(Stored items)

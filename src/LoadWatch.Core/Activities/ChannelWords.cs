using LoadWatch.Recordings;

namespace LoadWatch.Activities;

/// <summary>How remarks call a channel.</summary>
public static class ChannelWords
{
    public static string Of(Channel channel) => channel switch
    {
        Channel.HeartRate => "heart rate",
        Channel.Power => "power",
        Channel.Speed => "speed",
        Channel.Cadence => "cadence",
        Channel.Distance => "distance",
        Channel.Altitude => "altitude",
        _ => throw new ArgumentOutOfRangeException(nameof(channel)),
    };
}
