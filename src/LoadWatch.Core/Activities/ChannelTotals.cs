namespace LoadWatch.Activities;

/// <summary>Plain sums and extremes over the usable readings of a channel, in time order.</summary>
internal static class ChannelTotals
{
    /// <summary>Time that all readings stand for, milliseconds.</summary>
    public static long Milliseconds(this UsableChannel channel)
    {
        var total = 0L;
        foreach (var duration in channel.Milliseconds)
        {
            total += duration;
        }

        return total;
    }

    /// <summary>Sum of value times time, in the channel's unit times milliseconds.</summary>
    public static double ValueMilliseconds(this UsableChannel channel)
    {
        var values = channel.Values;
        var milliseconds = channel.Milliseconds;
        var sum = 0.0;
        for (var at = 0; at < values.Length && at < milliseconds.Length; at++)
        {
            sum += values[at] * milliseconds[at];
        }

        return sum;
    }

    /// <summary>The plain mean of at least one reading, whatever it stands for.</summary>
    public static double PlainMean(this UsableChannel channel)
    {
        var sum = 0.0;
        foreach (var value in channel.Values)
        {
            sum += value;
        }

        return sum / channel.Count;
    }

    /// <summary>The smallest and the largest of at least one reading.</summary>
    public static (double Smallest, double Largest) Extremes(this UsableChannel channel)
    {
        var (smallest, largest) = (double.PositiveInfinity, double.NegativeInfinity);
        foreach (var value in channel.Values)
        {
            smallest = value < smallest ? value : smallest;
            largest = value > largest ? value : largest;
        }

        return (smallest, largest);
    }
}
* * *
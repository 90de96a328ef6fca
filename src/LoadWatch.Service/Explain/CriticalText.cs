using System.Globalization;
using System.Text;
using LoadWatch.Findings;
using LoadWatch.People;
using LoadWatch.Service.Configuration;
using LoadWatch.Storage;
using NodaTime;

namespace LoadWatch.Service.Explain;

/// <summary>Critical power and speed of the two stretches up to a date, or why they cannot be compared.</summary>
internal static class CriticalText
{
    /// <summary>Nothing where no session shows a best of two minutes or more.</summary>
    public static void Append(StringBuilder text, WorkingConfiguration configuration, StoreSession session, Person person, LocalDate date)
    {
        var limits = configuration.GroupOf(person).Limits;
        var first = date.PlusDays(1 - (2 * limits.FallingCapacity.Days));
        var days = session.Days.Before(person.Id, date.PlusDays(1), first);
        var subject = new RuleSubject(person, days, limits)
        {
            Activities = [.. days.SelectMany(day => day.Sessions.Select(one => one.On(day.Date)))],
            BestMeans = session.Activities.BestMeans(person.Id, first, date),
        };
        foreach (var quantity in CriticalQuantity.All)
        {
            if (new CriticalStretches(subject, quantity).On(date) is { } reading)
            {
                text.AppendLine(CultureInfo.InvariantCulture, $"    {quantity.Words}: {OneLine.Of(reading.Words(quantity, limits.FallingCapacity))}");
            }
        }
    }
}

◆ **What is required**: Where the string "power" appears in a line of the entries above, return that line.

◆ **Result of the exercise**:
        Channel.Power => "power",
/// <summary>Critical power and speed of the two stretches up to a date, or why they cannot be compared.</summary>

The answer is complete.